Downtown Toronto Rental Market Under Pressure: What Landlords Should Know

For years, real estate investment has been viewed as a surefire way to generate wealth. But times are changing.

As the Canadian government tightens immigration and international student policies—and global tariffs continue to drive up costs—the dream of easy profits through rental properties is becoming much harder to achieve. In Downtown Toronto, both the resale housing market and the rental market are feeling the squeeze.

A Sluggish Market and Growing Tensions

Right now, the housing market remains subdued. And along with it, the rental market has slowed down significantly. With an increase in supply and growing economic uncertainty, more tenants are falling behind on rent, adding stress to both sides of the landlord-tenant relationship.

So what’s really happening in the Downtown Toronto rental scene?

Uncertainty from Tariffs and Market Sentiment

Tariffs on construction materials and global economic instability have created a sense of hesitation. While interest rate cuts last year briefly revived buyer confidence and activity picked up, that momentum quickly reversed when tariffs added new uncertainty.

Many buyers stepped back. Homeowners facing rising carrying costs rushed to list their properties, hoping to offload them.

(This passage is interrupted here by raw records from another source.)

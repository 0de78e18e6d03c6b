-- +goose Up

-- Every row belongs to a lab. Row-level security shows a transaction only the
-- rows of the lab that it names in distal.lab_id, whatever the query.

CREATE TABLE labs (
    lab_id     uuid PRIMARY KEY,
    name       text NOT NULL CONSTRAINT labs_name_length CHECK (length(name) BETWEEN 1 AND 200),
    created_at timestamptz NOT NULL DEFAULT now()
);

CREATE TABLE people (
    lab_id     uuid NOT NULL REFERENCES labs,
    person_id  uuid NOT NULL,
    name       text NOT NULL CONSTRAINT people_name_length CHECK (length(name) BETWEEN 1 AND 200),
    email      text NOT NULL CONSTRAINT people_email_form CHECK (email ~ '^[^@\s]+@[^@\s]+$'),
    role       text NOT NULL CONSTRAINT people_role_known CHECK (role IN ('researcher', 'admin')),
    active     boolean NOT NULL DEFAULT true,
    created_at timestamptz NOT NULL DEFAULT now(),
    PRIMARY KEY (lab_id, person_id),
    CONSTRAINT people_email_once UNIQUE (lab_id, email)
);

-- Tokens that were used once (sign-in links) or revoked (sessions).
CREATE TABLE spent_tokens (
    lab_id     uuid NOT NULL REFERENCES labs,
    token_id   text NOT NULL, -- jti
    reason     text NOT NULL CONSTRAINT spent_tokens_reason_known CHECK (reason IN ('used', 'revoked')),
    expires_at timestamptz NOT NULL,
    PRIMARY KEY (lab_id, token_id)
);

-- Signing keys. The newest signs; the public halves of all stay published.
CREATE TABLE keys (
    lab_id      uuid NOT NULL REFERENCES labs,
    key_id      text NOT NULL,
    public_jwk  jsonb NOT NULL,
    private_key bytea NOT NULL, -- PKCS #8, sealed with the server's secret
    created_at  timestamptz NOT NULL DEFAULT now(),
    PRIMARY KEY (lab_id, key_id)
);

CREATE TABLE assets (
    lab_id     uuid NOT NULL REFERENCES labs,
    digest     text NOT NULL CONSTRAINT assets_digest_form CHECK (digest ~ '^[0-9a-f]{64}$'),
    media_type text NOT NULL,
    plain      bytea NOT NULL,
    brotli     bytea NOT NULL,
    PRIMARY KEY (lab_id, digest)
);

CREATE TABLE studies (
    lab_id        uuid NOT NULL REFERENCES labs,
    study_id      uuid NOT NULL,
    link          text NOT NULL CONSTRAINT studies_link_form CHECK (link ~ '^[a-z0-9-]{6,60}$'),
    name          text NOT NULL,
    title         text NOT NULL,
    state         text NOT NULL DEFAULT 'draft' CONSTRAINT studies_state_known CHECK (state IN ('draft', 'open', 'paused', 'closed')),
    quota         integer NOT NULL DEFAULT 0 CONSTRAINT studies_quota_range CHECK (quota >= 0),
    bundle_digest text,
    next_order    integer NOT NULL DEFAULT 0, -- running number of runs: block orders and groups
    created_by    uuid NOT NULL,
    created_at    timestamptz NOT NULL DEFAULT now(),
    PRIMARY KEY (lab_id, study_id),
    CONSTRAINT studies_link_once UNIQUE (link),
    CONSTRAINT studies_open_has_bundle CHECK (state = 'draft' OR bundle_digest IS NOT NULL),
    FOREIGN KEY (lab_id, created_by) REFERENCES people (lab_id, person_id)
);

CREATE TABLE bundles (
    lab_id     uuid NOT NULL,
    digest     text NOT NULL CONSTRAINT bundles_digest_form CHECK (digest ~ '^[0-9a-f]{64}$'),
    study_id   uuid NOT NULL,
    body       text NOT NULL, -- canonical JSON, byte for byte
    signature  text NOT NULL,
    created_at timestamptz NOT NULL DEFAULT now(),
    PRIMARY KEY (lab_id, digest),
    FOREIGN KEY (lab_id, study_id) REFERENCES studies (lab_id, study_id)
);

ALTER TABLE studies ADD CONSTRAINT studies_bundle FOREIGN KEY (lab_id, bundle_digest) REFERENCES bundles (lab_id, digest);

CREATE TABLE invitations (
    lab_id        uuid NOT NULL,
    invitation_id uuid NOT NULL,
    study_id      uuid NOT NULL,
    label         text NOT NULL DEFAULT '' CONSTRAINT invitations_label_length CHECK (length(label) <= 200),
    revoked       boolean NOT NULL DEFAULT false,
    created_by    uuid NOT NULL,
    created_at    timestamptz NOT NULL DEFAULT now(),
    PRIMARY KEY (lab_id, invitation_id),
    FOREIGN KEY (lab_id, study_id) REFERENCES studies (lab_id, study_id),
    FOREIGN KEY (lab_id, created_by) REFERENCES people (lab_id, person_id)
);

CREATE TABLE runs (
    lab_id          uuid NOT NULL,
    run_id          uuid NOT NULL,
    study_id        uuid NOT NULL,
    bundle_digest   text NOT NULL,
    invitation_id   uuid,
    participant_key text, -- digest of the device marker: says "taken part already"; erased by withdrawal
    creation_key    text NOT NULL, -- made on the device: asking twice makes one run
    seed            text NOT NULL CONSTRAINT runs_seed_form CHECK (seed ~ '^[0-9a-f]{16}$'),
    group_index     integer NOT NULL,
    order_index     integer NOT NULL,
    simulated       boolean NOT NULL DEFAULT false,
    stage           integer NOT NULL DEFAULT 0, -- rank of the furthest record: the order of a run
    sequence        integer NOT NULL DEFAULT 0, -- highest sequence without a gap
    trials          integer NOT NULL DEFAULT 0,
    outcome         text CONSTRAINT runs_outcome_known CHECK (outcome IN ('completed', 'refused', 'withdrawn')),
    completion_code text,
    browser         text NOT NULL DEFAULT '',
    started_at      timestamptz NOT NULL DEFAULT now(),
    updated_at      timestamptz NOT NULL DEFAULT now(),
    finished_at     timestamptz,
    PRIMARY KEY (lab_id, run_id),
    CONSTRAINT runs_created_once UNIQUE (lab_id, creation_key),
    CONSTRAINT runs_once_per_invitation UNIQUE (lab_id, invitation_id),
    FOREIGN KEY (lab_id, study_id) REFERENCES studies (lab_id, study_id),
    FOREIGN KEY (lab_id, bundle_digest) REFERENCES bundles (lab_id, digest),
    FOREIGN KEY (lab_id, invitation_id) REFERENCES invitations (lab_id, invitation_id)
);
CREATE INDEX runs_of_study ON runs (lab_id, study_id, started_at);
CREATE UNIQUE INDEX runs_once_per_device ON runs (lab_id, study_id, participant_key) WHERE participant_key IS NOT NULL AND NOT simulated;

-- A simulated run can never become a human one, nor the reverse.
-- +goose StatementBegin
CREATE FUNCTION refuse_simulated_change() RETURNS trigger LANGUAGE plpgsql AS $$
BEGIN
    IF NEW.simulated IS DISTINCT FROM OLD.simulated OR NEW.seed IS DISTINCT FROM OLD.seed THEN
        RAISE EXCEPTION 'simulated and seed of a run cannot be changed' USING ERRCODE = 'check_violation', CONSTRAINT = 'runs_simulated_fixed';
    END IF;
    RETURN NEW;
END $$;
-- +goose StatementEnd
CREATE TRIGGER runs_simulated_fixed BEFORE UPDATE ON runs FOR EACH ROW EXECUTE FUNCTION refuse_simulated_change();

-- Everything that was recorded, as it came. Append-only.
CREATE TABLE records (
    lab_id      uuid NOT NULL,
    run_id      uuid NOT NULL,
    sequence    integer NOT NULL CONSTRAINT records_sequence_range CHECK (sequence >= 1),
    kind        text NOT NULL CONSTRAINT records_kind_known CHECK (kind IN ('consent', 'screening', 'card', 'distance',
                    'display_check', 'instructions', 'trial', 'break', 'answers', 'debrief', 'event', 'refusal')),
    body        text NOT NULL, -- canonical JSON
    received_at timestamptz NOT NULL DEFAULT now(),
    PRIMARY KEY (lab_id, run_id, sequence),
    FOREIGN KEY (lab_id, run_id) REFERENCES runs (lab_id, run_id)
);

CREATE TABLE consents (
    lab_id       uuid NOT NULL,
    run_id       uuid NOT NULL,
    text_digest  text NOT NULL CONSTRAINT consents_digest_form CHECK (text_digest ~ '^[0-9a-f]{64}$'),
    text_version text NOT NULL,
    language     text NOT NULL,
    consented_at timestamptz NOT NULL DEFAULT now(),
    PRIMARY KEY (lab_id, run_id),
    FOREIGN KEY (lab_id, run_id) REFERENCES runs (lab_id, run_id)
);

-- Trials, for counting and looking; the record itself stands in records. The
-- reference to consents makes a trial without a recorded consent impossible.
CREATE TABLE trials (
    lab_id          uuid NOT NULL,
    run_id          uuid NOT NULL,
    sequence        integer NOT NULL,
    trial           integer NOT NULL,
    block           text NOT NULL,
    condition       text NOT NULL,
    practice        boolean NOT NULL,
    is_catch        boolean NOT NULL,
    level           double precision,
    response        text,
    correct         boolean,
    rt_ms           double precision,
    onset_ms        double precision,
    refresh_ms      double precision NOT NULL,
    stimulus_frames integer NOT NULL,
    frame_steps     text NOT NULL,
    dropped_frames  integer NOT NULL,
    jitter_ms       double precision,
    digest          text NOT NULL,
    interrupted     text NOT NULL,
    PRIMARY KEY (lab_id, run_id, sequence),
    CONSTRAINT trials_number_once UNIQUE (lab_id, run_id, trial),
    FOREIGN KEY (lab_id, run_id, sequence) REFERENCES records (lab_id, run_id, sequence),
    CONSTRAINT trials_need_consent FOREIGN KEY (lab_id, run_id) REFERENCES consents (lab_id, run_id)
);

-- Exclusions and re-inclusions, one row each; the newest of each rule holds.
CREATE TABLE exclusions (
    lab_id     uuid NOT NULL,
    run_id     uuid NOT NULL,
    number     bigint GENERATED ALWAYS AS IDENTITY,
    excluded   boolean NOT NULL,
    rule       text NOT NULL, -- '' for a decision by a person
    reason     text NOT NULL CONSTRAINT exclusions_reason_given CHECK (length(reason) BETWEEN 1 AND 2000),
    person_id  uuid, -- NULL: the study's rules
    decided_at timestamptz NOT NULL DEFAULT now(),
    PRIMARY KEY (lab_id, run_id, number),
    FOREIGN KEY (lab_id, run_id) REFERENCES runs (lab_id, run_id),
    FOREIGN KEY (lab_id, person_id) REFERENCES people (lab_id, person_id)
);

-- What is left of a withdrawal: that it took place.
CREATE TABLE withdrawals (
    lab_id          uuid NOT NULL,
    run_id          uuid NOT NULL,
    study_id        uuid NOT NULL,
    records_deleted integer NOT NULL,
    withdrawn_at    timestamptz NOT NULL DEFAULT now(),
    PRIMARY KEY (lab_id, run_id),
    FOREIGN KEY (lab_id, run_id) REFERENCES runs (lab_id, run_id)
);

-- Who did what. Each row holds the digest of the row before, so that a change shows.
CREATE TABLE ledger (
    lab_id    uuid NOT NULL REFERENCES labs,
    number    bigint NOT NULL,
    at        timestamptz NOT NULL DEFAULT now(),
    person_id uuid, -- NULL: the server or a participant
    action    text NOT NULL,
    subject   text NOT NULL,
    detail    text NOT NULL, -- canonical JSON
    previous  text NOT NULL,
    digest    text NOT NULL,
    PRIMARY KEY (lab_id, number)
);

-- Append-only tables refuse changes; records, consents and trials may be
-- deleted only by a transaction that says it is a withdrawal.
-- +goose StatementBegin
CREATE FUNCTION refuse_change() RETURNS trigger LANGUAGE plpgsql AS $$
BEGIN
    IF TG_OP = 'DELETE' AND TG_TABLE_NAME IN ('records', 'consents', 'trials', 'exclusions')
       AND current_setting('distal.withdrawal', true) = OLD.run_id::text THEN
        RETURN OLD;
    END IF;
    RAISE EXCEPTION '% is append-only', TG_TABLE_NAME USING ERRCODE = 'restrict_violation', CONSTRAINT = TG_TABLE_NAME || '_append_only';
END $$;
-- +goose StatementEnd
CREATE TRIGGER records_append_only BEFORE UPDATE OR DELETE ON records FOR EACH ROW EXECUTE FUNCTION refuse_change();
CREATE TRIGGER consents_append_only BEFORE UPDATE OR DELETE ON consents FOR EACH ROW EXECUTE FUNCTION refuse_change();
CREATE TRIGGER trials_append_only BEFORE UPDATE OR DELETE ON trials FOR EACH ROW EXECUTE FUNCTION refuse_change();
CREATE TRIGGER exclusions_append_only BEFORE UPDATE OR DELETE ON exclusions FOR EACH ROW EXECUTE FUNCTION refuse_change();
CREATE TRIGGER withdrawals_append_only BEFORE UPDATE OR DELETE ON withdrawals FOR EACH ROW EXECUTE FUNCTION refuse_change();
CREATE TRIGGER ledger_append_only BEFORE UPDATE OR DELETE ON ledger FOR EACH ROW EXECUTE FUNCTION refuse_change();
CREATE TRIGGER bundles_append_only BEFORE UPDATE OR DELETE ON bundles FOR EACH ROW EXECUTE FUNCTION refuse_change();

-- +goose StatementBegin
DO $$
DECLARE t text;
BEGIN
    FOREACH t IN ARRAY ARRAY['labs', 'people', 'spent_tokens', 'keys', 'assets', 'studies', 'bundles', 'invitations', 'runs',
                             'records', 'consents', 'trials', 'exclusions', 'withdrawals', 'ledger'] LOOP
        EXECUTE format('ALTER TABLE %I ENABLE ROW LEVEL SECURITY', t);
        EXECUTE format('ALTER TABLE %I FORCE ROW LEVEL SECURITY', t);
        EXECUTE format('CREATE POLICY own_lab ON %I USING (lab_id = current_setting(''distal.lab_id'')::uuid)', t);
    END LOOP;
END $$;
-- +goose StatementEnd

-- The few questions that come before the lab is known.
-- +goose StatementBegin
CREATE FUNCTION lab_of_link(wanted text) RETURNS uuid LANGUAGE sql STABLE SECURITY DEFINER SET search_path = public, pg_temp AS $$
    SELECT lab_id FROM studies WHERE link = wanted
$$;
CREATE FUNCTION all_labs() RETURNS SETOF uuid LANGUAGE sql STABLE SECURITY DEFINER SET search_path = public, pg_temp AS $$
    SELECT lab_id FROM labs ORDER BY created_at, lab_id
$$;
CREATE FUNCTION asset_of_digest(wanted text) RETURNS TABLE (media_type text, plain bytea, brotli bytea) LANGUAGE sql STABLE SECURITY DEFINER SET search_path = public, pg_temp AS $$
    SELECT media_type, plain, brotli FROM assets WHERE digest = wanted LIMIT 1
$$;
CREATE FUNCTION bundle_of_digest(wanted text) RETURNS TABLE (lab_id uuid, body text, signature text) LANGUAGE sql STABLE SECURITY DEFINER SET search_path = public, pg_temp AS $$
    SELECT lab_id, body, signature FROM bundles WHERE digest = wanted LIMIT 1
$$;
CREATE FUNCTION public_keys() RETURNS SETOF jsonb LANGUAGE sql STABLE SECURITY DEFINER SET search_path = public, pg_temp AS $$
    SELECT public_jwk FROM keys ORDER BY created_at DESC
$$;
-- +goose StatementEnd

GRANT SELECT, INSERT, UPDATE, DELETE ON ALL TABLES IN SCHEMA public TO distal_server;
REVOKE ALL ON goose_db_version FROM distal_server;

In fact, Toronto saw a 76% year-over-year increase in new listings this past February. When these properties didn’t sell, many were converted into rentals.

New Condo Supply and Downward Pressure on Rent

Adding to the pressure is the flood of newly completed condos entering the market—many purchased during the 2020–2021 pre-construction boom. These units are now closing, and around 50–60% are being rented out. In 2023 alone, nearly 28,000 new condos were completed across the GTA, with close to 40,000 expected in 2024.

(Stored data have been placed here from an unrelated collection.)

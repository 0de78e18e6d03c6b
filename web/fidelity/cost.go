package fidelity

import (
	"encoding/json"
	"fmt"
	"math"
	"slices"

	"distal/experiments/library"
	"distal/experiments/rehearsal"
	"distal/experiments/run"
	"distal/experiments/value"
)

// Cost is what the frames of a study cost at 1920 × 1080.
type Cost struct {
	Study    string
	MainMs   []float64 // main thread, a frame: engine and drawing calls
	RasterMs []float64 // renderer, a frame
	Dots     int
	Patches  int
}

// Quantile is the value below which the share p of x lies.
func Quantile(x []float64, p float64) float64 {
	if len(x) == 0 {
		return math.NaN()
	}
	sorted := slices.Sorted(slices.Values(x))
	return sorted[min(len(sorted)-1, int(p*float64(len(sorted))))]
}

// FrameCost plays the first trial of a library study in the browser.
func (b *Bench) FrameCost(name string, frames int) (Cost, error) {
	cost := Cost{Study: name}
	study, problems := library.Read(name)
	if problems.Failed() {
		return cost, fmt.Errorf("study %s: %w", name, problems)
	}
	screen := rehearsal.DefaultScreen()
	screen.SkipDisplays = true
	observer := rehearsal.Observer{Threshold: 10, Slope: 3, AgeYears: 30}
	records, err := rehearsal.Observe(study, run.Assignment{Seed: 1}, observer, screen, "fidelity", 1.7e12)
	if err != nil {
		return cost, fmt.Errorf("study %s: %w", name, err)
	}
	var wire []json.RawMessage
	for _, r := range records[:min(len(records), 40)] {
		text, err := value.Canonical(r.Encode())
		if err != nil {
			return cost, err
		}
		wire = append(wire, text)
	}
	text, err := value.Canonical(study.Encode())
	if err != nil {
		return cost, err
	}
	geometry := map[string]any{"devicePxPerMm": screen.PxPerMm, "distanceMm": screen.DistanceMm, "backgroundFraction": study.Screen.BackgroundFraction, "gamma": nil}
	var got struct {
		Main    []float64 `json:"main"`
		Raster  []float64 `json:"raster"`
		Dots    int       `json:"dots"`
		Patches int       `json:"patches"`
	}
	err = b.call(&got, "frameCost", "/engine.wasm", string(text), wire, frames, geometry)
	cost.MainMs, cost.RasterMs, cost.Dots, cost.Patches = got.Main, got.Raster, got.Dots, got.Patches
	return cost, err
}
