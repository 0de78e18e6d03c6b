package random_test

import (
	"math"
	"testing"

	"distal/experiments/random"
)

// Known answers of Philox4x32-10 from the kat_vectors file that Salmon et al.
// (2011) published with their generator; from memory.
func TestBlockKnownAnswers(t *testing.T) {
	t.Parallel()
	tests := []struct {
		counter [4]uint32
		key     [2]uint32
		expect  [4]uint32
	}{
		{[4]uint32{}, [2]uint32{}, [4]uint32{0x6627e8d5, 0xe169c58d, 0xbc57ac4c, 0x9b00dbd8}},
		{
			[4]uint32{0xffffffff, 0xffffffff, 0xffffffff, 0xffffffff},
			[2]uint32{0xffffffff, 0xffffffff},
			[4]uint32{0x408f276d, 0x41c83b0e, 0xa20bc7c6, 0x6d5451fd},
		},
		{
			[4]uint32{0x243f6a88, 0x85a308d3, 0x13198a2e, 0x03707344},
			[2]uint32{0xa4093822, 0x299f31d0},
			[4]uint32{0xd16cfe09, 0x94fdcceb, 0x5001e420, 0x24126ea1},
		},
	}
	for _, tt := range tests {
		if got := random.Block(tt.counter, tt.key); got != tt.expect {
			t.Errorf("Block(%x, %x) = %x, want %x", tt.counter, tt.key, got, tt.expect)
		}
	}
}

func TestStreamsAreSeparate(t *testing.T) {
	t.Parallel()
	noise := random.New(7, 3, random.PurposeNoise)
	first := noise.Uint64()
	dots := random.New(7, 3, random.PurposeDots)
	for range 1000 {
		dots.Float64()
	}
	again := random.New(7, 3, random.PurposeNoise)
	if again.Uint64() != first {
		t.Error("drawing from one stream shifted another")
	}
	seen := map[uint64]bool{}
	for trial := range uint32(20) {
		for p := random.PurposeOrder; p <= random.PurposeBootstrap; p++ {
			for sub := range uint32(3) {
				s := random.NewSub(7, trial, p, sub)
				seen[s.Uint64()] = true
			}
		}
	}
	if want := 20 * 16 * 3; len(seen) != want {
		t.Errorf("%d different first numbers of %d streams", len(seen), want)
	}
}

// The bounds are 5 standard errors for fixed seeds.
func TestDistributions(t *testing.T) {
	t.Parallel()
	const n = 200_000
	s := random.New(11, 0, random.PurposeObserver)
	var sum, square, lag, last float64
	for range n {
		x := s.Normal()
		sum += x
		square += x * x
		lag += x * last
		last = x
	}
	if math.Abs(sum/n) > 5/math.Sqrt(n) || math.Abs(square/n-1) > 5*math.Sqrt(2.0/n) || math.Abs(lag/n) > 5/math.Sqrt(n) {
		t.Errorf("normal: mean %v, variance %v, lag-1 %v", sum/n, square/n, lag/n)
	}
	counts := make([]int, 7)
	for range n {
		counts[s.Intn(7)]++
	}
	chi := 0.0
	for _, c := range counts {
		d := float64(c) - n/7.0
		chi += d * d / (n / 7.0)
	}
	if chi > 22.46 { // 0.999 quantile of chi-square with 6 degrees of freedom (handbook tables)
		t.Errorf("Intn(7): chi-square %v with 6 degrees of freedom, counts %v", chi, counts)
	}
}

func TestNothingAllocates(t *testing.T) {
	s := random.New(1, 2, random.PurposeDots)
	if n := testing.AllocsPerRun(100, func() { s.Normal(); s.Intn(5); s.Float64() }); n != 0 {
		t.Errorf("%v allocations", n)
	}
}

This surge in rental listings has pushed down average rents in parts of Downtown Toronto, even as mortgage costs remain high for landlords. But lower rent doesn’t mean fewer problems—missed rent payments are becoming more common, despite the drop in prices.

Why? Simply put, tenants are struggling financially. Last year, a study showed that 26% of households reported difficulty managing their monthly finances. Nearly 20% had already fallen behind on rent. That number is likely even higher in 2024.

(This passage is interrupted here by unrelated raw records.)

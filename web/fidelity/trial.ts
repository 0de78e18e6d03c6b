// Trials of the participant's own code whose display tells the time: a disc
// that moves by one place per refresh interval. What stands on the canvas is
// read back in every frame by an observer that knows nothing of the recorder.

import { browserClock } from "../participant/clock.js";
import type { DisplayList, Measurement, TrialPlan } from "../participant/engine.js";
import { Renderer } from "../participant/render.js";
import { runTrial, TrialInput, type Stage } from "../participant/trial.js";

export interface MarkedPlan {
  stimulusFrames: number;
  refreshMs: number;
  /** Holds the page up for so long after this many presented frames; 0: never. */
  holdMs: number;
  holdAfter: number;
  /** Presses the key so many ms after the observer saw the onset; 0: never. */
  answerAfterMs: number;
}

/** What came of a trial. Times are ms of the page's clock. */
export interface Outcome {
  measurement: Measurement;
  seen: Seen[];
  heldFrom: number; // begin and end of the hold-up, 0 if there was none
  heldUntil: number;
  pressedAt: number; // when the key was pressed, 0 if it was not
}

/** What the observer saw in one frame. */
export interface Seen {
  at: number; // ms, performance.now() when the frame was finished
  frame: number; // ms, frame time that the browser gave to the observer
  place: number; // refresh intervals told by the disc, −1 without stimulus
}

const places = 64;
const task = { respondDuring: false, choices: [{ name: "yes", keys: ["KeyJ"] }] };

let input: TrialInput | null = null;

/** Runs one trial and gives what the recorder and what the observer say. */
export async function runMarked(plan: MarkedPlan): Promise<Outcome> {
  input ??= new TrialInput(window);
  const canvas = document.createElement("canvas");
  document.getElementById("distal")!.replaceChildren(canvas);
  // One pixel a degree near fixation, so that place i is pixel i.
  const renderer = new Renderer(canvas, { devicePxPerMm: 1, distanceMm: 5729.578, backgroundFraction: 0.5, gamma: null }, true, false);
  renderer.resize(4 * places, 4);
  const gl = canvas.getContext("webgl2")!;
  const row = new Uint8Array(4 * 4 * places);
  const dots = new Float32Array(4);
  const list: DisplayList = { dots, dotCount: 1, patches: new Float32Array(0), patchCount: 0, batches: new Int32Array([0, 0, 1]), batchCount: 1 };
  const blank: DisplayList = { ...list, dotCount: 0, batchCount: 0 };
  let shown = 0;
  let presented = 0;
  const stage: Stage = {
    clock: browserClock,
    begin: () => { shown = presented = 0; },
    fixation: () => blank,
    frame: (n) => {
      shown += n;
      presented++;
      const px = 4 * (shown % places) + 2 - 2 * places;
      dots.set([Math.atan(px / 5729.578) * 180 / Math.PI, 0, 0.03, 1]);
      return list;
    },
    draw: (l) => renderer.draw(l),
    lost: () => renderer.lost,
    rescaled: () => false,
    awaitAnswer: () => {},
  };
  const seen: Seen[] = [];
  const outcome = { heldFrom: 0, heldUntil: 0, pressedAt: 0 };
  let held = false;
  let finish: (value: unknown) => void;
  const watched = new Promise((resolve) => (finish = resolve));
  const observe = (frame: number): void => {
    gl.bindFramebuffer(gl.FRAMEBUFFER, null);
    gl.readPixels(0, 2, 4 * places, 1, gl.RGBA, gl.UNSIGNED_BYTE, row);
    let place = -1;
    for (let i = 0; i < places; i++) if (row[16 * i + 8]! > 220) place = i;
    seen.push({ at: performance.now(), frame, place });
    if (place >= 0 && seen.filter((x) => x.place >= 0).length === 1 && plan.answerAfterMs > 0) {
      setTimeout(() => {
        outcome.pressedAt = performance.now();
        window.dispatchEvent(new KeyboardEvent("keydown", { code: "KeyJ" }));
        window.dispatchEvent(new KeyboardEvent("keyup", { code: "KeyJ" }));
      }, plan.answerAfterMs);
    }
    if (plan.holdMs > 0 && presented >= plan.holdAfter && !held) {
      held = true;
      // Begun right after a frame, as a slow task on the page would.
      setTimeout(() => {
        outcome.heldFrom = performance.now();
        while (performance.now() < outcome.heldFrom + plan.holdMs) { /* the page hangs */ }
        outcome.heldUntil = performance.now();
      });
    }
    if (place < 0 && seen.some((x) => x.place >= 0)) finish(null);
    else requestAnimationFrame(observe);
  };
  const trial = runTrial(stage, input, {
    fixation_frames: 4, stimulus_frames: plan.stimulusFrames, refresh_ms: plan.refreshMs,
  } as TrialPlan, { ...task, responseWindowMs: plan.answerAfterMs > 0 ? 10_000 : 1 });
  requestAnimationFrame(observe); // after the trial's own callback, in every frame
  const measurement = await trial;
  await watched;
  gl.getExtension("WEBGL_lose_context")?.loseContext();
  return { measurement, seen, ...outcome };
}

Advice for Downtown Toronto Landlords

In today’s environment, being a landlord is far from easy. Here are a few tips for managing your investment more effectively:

  1. Retain Your Existing Tenants
    If you have good tenants, work hard to keep them. Offer fair rent renewals, be responsive, and maintain open communication. Stable occupancy is more valuable than ever.

  2. Adjust Your Rent Expectations
    For landlords with vacant units, it’s crucial to price rentals competitively. Overestimating rent can lead to prolonged vacancies, which hurts your bottom line even more.

  3. Screen Tenants Thoroughly
    Don’t skip due diligence. Verify employment status, review bank statements, and run credit checks. Avoid tenants who are clearly unable to keep up with rent payments.

What Can the Government Do?

Many landlords feel stuck—especially with rising construction costs driven by tariffs. Developers, too, are pulling back, unwilling to start new projects in an uncertain climate. To help ease the burden, government support could come in the form of reduced development fees or subsidies for affordable housing projects.

For small landlords, access to financing for home renovations or legal secondary suites (like 4+1 configurations) could improve cash flow and reduce the pressure to sell. Many homeowners are eager to renovate and repurpose their existing space, but support is needed to make it viable.

The Harsh Reality of Condo Rentals

Right now, the average downtown condo used as a rental is losing $700 to $800 per month. In some cases, landlords are covering deficits of $1,000 to $2,000 every month. Without adjustments to either market conditions or property usage, this financial pressure will only grow.

Renovating to create legal multi-unit setups, renting out furnished short-term suites, or increasing suite efficiency may be the best way to boost cash flow and stay afloat.


Downtown Toronto landlords are facing a tough balancing act—but with smart planning, careful screening, and a willingness to adapt to a shifting market, it’s possible to navigate through this challenging period.